Coastal seas may account for more than 75% of global oceanic methane emissions. There, methane is mainly produced microbially in anoxic sediments from where it can escape to the overlying water column. Aerobic methane oxidation (MOx) in the water column acts as a biological filter reducing the amount of methane that eventually evades to the atmosphere. The efficiency of the MOx filter is potentially controlled by the availability of dissolved methane and oxygen, as well as temperature, salinity, and hydrographic dynamics, and all of these factors undergo strong temporal fluctuations in coastal ecosystems. In order to elucidate the key environmental controls, specifically the effect of oxygen availability, on MOx in a seasonally stratified and hypoxic coastal marine setting, we conducted a 2-year time-series study with measurements of MOx and physico-chemical water column parameters in a coastal inlet in the southwestern Baltic Sea (Eckernförde Bay). We found that MOx rates generally increased toward the seafloor, but were not directly linked to methane concentrations. MOx exhibited a strong seasonal variability, with maximum rates (up to 11.6 nmol l-1 d-1) during summer stratification when oxygen concentrations were lowest and bottom-water temperatures were highest. Under these conditions, 70-95% of the sediment-released methane was oxidized, whereas only 40-60% were consumed during the mixed and oxygenated periods. Laboratory experiments with manipulated oxygen concentrations in the range of 0.2-220 µmol l-1 revealed a sub-micromolar oxygen-optimum for MOx at the study site.
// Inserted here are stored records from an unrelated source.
"""Derived properties: a formula over other properties' results.

The formula is parsed by :mod:`registry.chemometrics.families.formula` into a
tree (never ``eval``). Its uncertainty is propagated to first order from the
input models' SEPs, treating the inputs as independent (JCGM 100:2008, *Guide
to the expression of uncertainty in measurement*, §5.1.2, eq. 10):

    u(f)² = Σᵢ (∂f/∂xᵢ)² · SEPᵢ²

with the partial derivatives evaluated at each sample's input values.

Prediction-time check (:meth:`DerivedProperty.check`):

``undefined``
    the formula has no finite value for the sample (division by zero, or an
    input result missing); no value is given then.
"""

from __future__ import annotations

from collections.abc import Mapping
from typing import Any

import numpy as np

from registry.chemometrics.families._state import take_arrays
from registry.chemometrics.families.checks import FamilyChecks
from registry.chemometrics.families.formula import codes, evaluate, parse
from registry.errors import InputError

FLAGS = ("undefined",)


class DerivedProperty:
    """A property computed from other properties' results.

    Parameters
    ----------
    formula : str
        In the grammar of :mod:`registry.chemometrics.families.formula`,
        e.g. ``"(RON + MON) / 2"``.

    Attributes
    ----------
    tree_ : formula tree
    inputs_ : list of str
        Property codes the formula uses (upper case, sorted).
    input_sep_ : ndarray (k,)
        SEP of each input, in ``inputs_`` order (NaN where unknown).
    """

    family = "derived"

    def __init__(self, formula: str):
        self.formula = formula

    def fit(self, input_sep: Mapping[str, float | None] | None = None) -> "DerivedProperty":
        """Parse the formula and take the inputs' SEPs (None: unknown).

        Parameters
        ----------
        input_sep : mapping of property code to SEP, optional
            One entry per code the formula uses; the code's letter case does
            not matter.
        """
        self.tree_ = parse(self.formula)
        self.inputs_ = codes(self.tree_)
        if not self.inputs_:
            raise InputError("the formula uses no property code", field="formula")
        given = {} if input_sep is None else {str(k).upper(): v for k, v in input_sep.items()}
        sep = np.full(len(self.inputs_), np.nan)
        for j, code in enumerate(self.inputs_):
            if input_sep is not None and code not in given:
                raise InputError(f"no SEP given for input {code}", field="input_sep")
            value = given.get(code)
            if value is None:
                continue
            value = float(value)
            if not (np.isfinite(value) and value >= 0):
                raise InputError(f"SEP of {code} must be a finite number ≥ 0, got {value!r}",
                                 field="input_sep")
            sep[j] = value
        self.input_sep_ = sep
        return self

    def _inputs(self, inputs) -> dict[str, np.ndarray]:
        if isinstance(inputs, Mapping):
            by_code = {str(k).upper(): v for k, v in inputs.items()}
            missing = [c for c in self.inputs_ if c not in by_code]
            if missing:
                raise InputError(f"no values given for {', '.join(missing)}", field="inputs")
            columns = [np.asarray(by_code[c], dtype=np.float64).reshape(-1) for c in self.inputs_]
        else:
            X = np.asarray(inputs, dtype=np.float64)
            if X.ndim != 2 or X.shape[1] != len(self.inputs_):
                raise InputError(f"inputs must have one column per code "
                                 f"({', '.join(self.inputs_)})", field="inputs")
            columns = list(X.T)
        try:
            columns = np.broadcast_arrays(*columns) if columns else []
        except ValueError:
            raise InputError("input value arrays differ in length", field="inputs") from None
        # an infinite input is as undefined as a missing one
        return {c: np.where(np.isfinite(col), col, np.nan) for c, col in zip(self.inputs_, columns)}

    def predict_with_uncertainty(self, inputs) -> tuple[np.ndarray, np.ndarray]:
        """Values and first-order standard uncertainties (NaN where undefined).

        Parameters
        ----------
        inputs : mapping of code to values (n,), or ndarray (n, k) in ``inputs_`` order
        """
        env = self._inputs(inputs)
        n = next(iter(env.values())).shape[0]
        with np.errstate(divide="ignore", invalid="ignore", over="ignore"):
            value, grad = evaluate(self.tree_, env)
            value = np.broadcast_to(value, (n,)).astype(np.float64)
            var = np.zeros(n)
            for j, code in enumerate(self.inputs_):
                d = np.broadcast_to(grad.get(code, 0.0), (n,))
                var = var + (d * self.input_sep_[j]) ** 2
        u = np.sqrt(var)
        bad = ~np.isfinite(value)
        value[bad] = np.nan
        u[bad | ~np.isfinite(u)] = np.nan
        return value, u

    def predict(self, inputs) -> np.ndarray:
        return self.predict_with_uncertainty(inputs)[0]

    def check(self, inputs) -> FamilyChecks:
        """Values, their uncertainty and the ``undefined`` flag."""
        value, u = self.predict_with_uncertainty(inputs)
        return FamilyChecks(y_pred=value, values={"uncertainty": u}, limits={},
                            flags={"undefined": np.isnan(value)}, flag_order=FLAGS)

    # ----------------------------------------------------------- evidence
    def evidence(self) -> dict[str, Any]:
        """The formula, its inputs and the SEPs the uncertainty is propagated from."""
        return {"formula": self.formula, "inputs": list(self.inputs_),
                "input_sep": [None if not np.isfinite(v) else float(v) for v in self.input_sep_]}

    def explain(self, inputs) -> dict[str, Any]:
        """One sample: each input's value, ∂f/∂x, SEP and share (∂f/∂x·SEP)² of u(f)²."""
        env = {c: v[:1] for c, v in self._inputs(inputs).items()}
        value, u = self.predict_with_uncertainty(env)
        with np.errstate(divide="ignore", invalid="ignore", over="ignore"):
            _, grad = evaluate(self.tree_, env)
        rows = []
        for j, code in enumerate(self.inputs_):
            d = float(np.broadcast_to(grad.get(code, 0.0), (1,))[0])
            sep = float(self.input_sep_[j])
            rows.append({"code": code, "value": float(env[code][0]), "derivative": d,
                         "sep": sep if np.isfinite(sep) else None,
                         "contribution": (d * sep) ** 2 if np.isfinite(d * sep) else None})
        ok = np.isfinite(value[0])
        return {"formula": self.formula, "inputs": rows,
                "y_pred": float(value[0]) if ok else None,
                "uncertainty": float(u[0]) if np.isfinite(u[0]) else None}

    # ----------------------------------------------------------- plain state
    def state_arrays(self) -> dict[str, np.ndarray]:
        return {"input_sep": np.ascontiguousarray(self.input_sep_)}

    def state_json(self) -> dict[str, Any]:
        return {"family": self.family, "formula": self.formula, "inputs": list(self.inputs_)}

    @classmethod
    def from_state(cls, arrays: dict[str, np.ndarray], meta: dict[str, Any]) -> "DerivedProperty":
        model = cls(meta["formula"]).fit(None)
        if model.inputs_ != list(meta["inputs"]):
            raise InputError("derived state: the formula's inputs do not match the stored ones",
                             field="inputs")
        sep = take_arrays(arrays, ("input_sep",), cls.family)["input_sep"]
        if sep.shape != (len(model.inputs_),):
            raise InputError("derived state: one SEP per input is needed", field="input_sep")
        model.input_sep_ = sep
        return model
In contrast, the fraction of methane-carbon incorporation into the bacterial biomass (compared to the total amount of oxidised methane) was up to 38-fold higher at saturated oxygen concentrations, suggesting a different partitioning of catabolic and anabolic processes under oxygen-replete and oxygen-starved conditions, respectively. Our results underscore the importance of MOx in mitigating methane emission from coastal waters and indicate an organism-level adaptation of the water column methanotrophs to hypoxic conditions.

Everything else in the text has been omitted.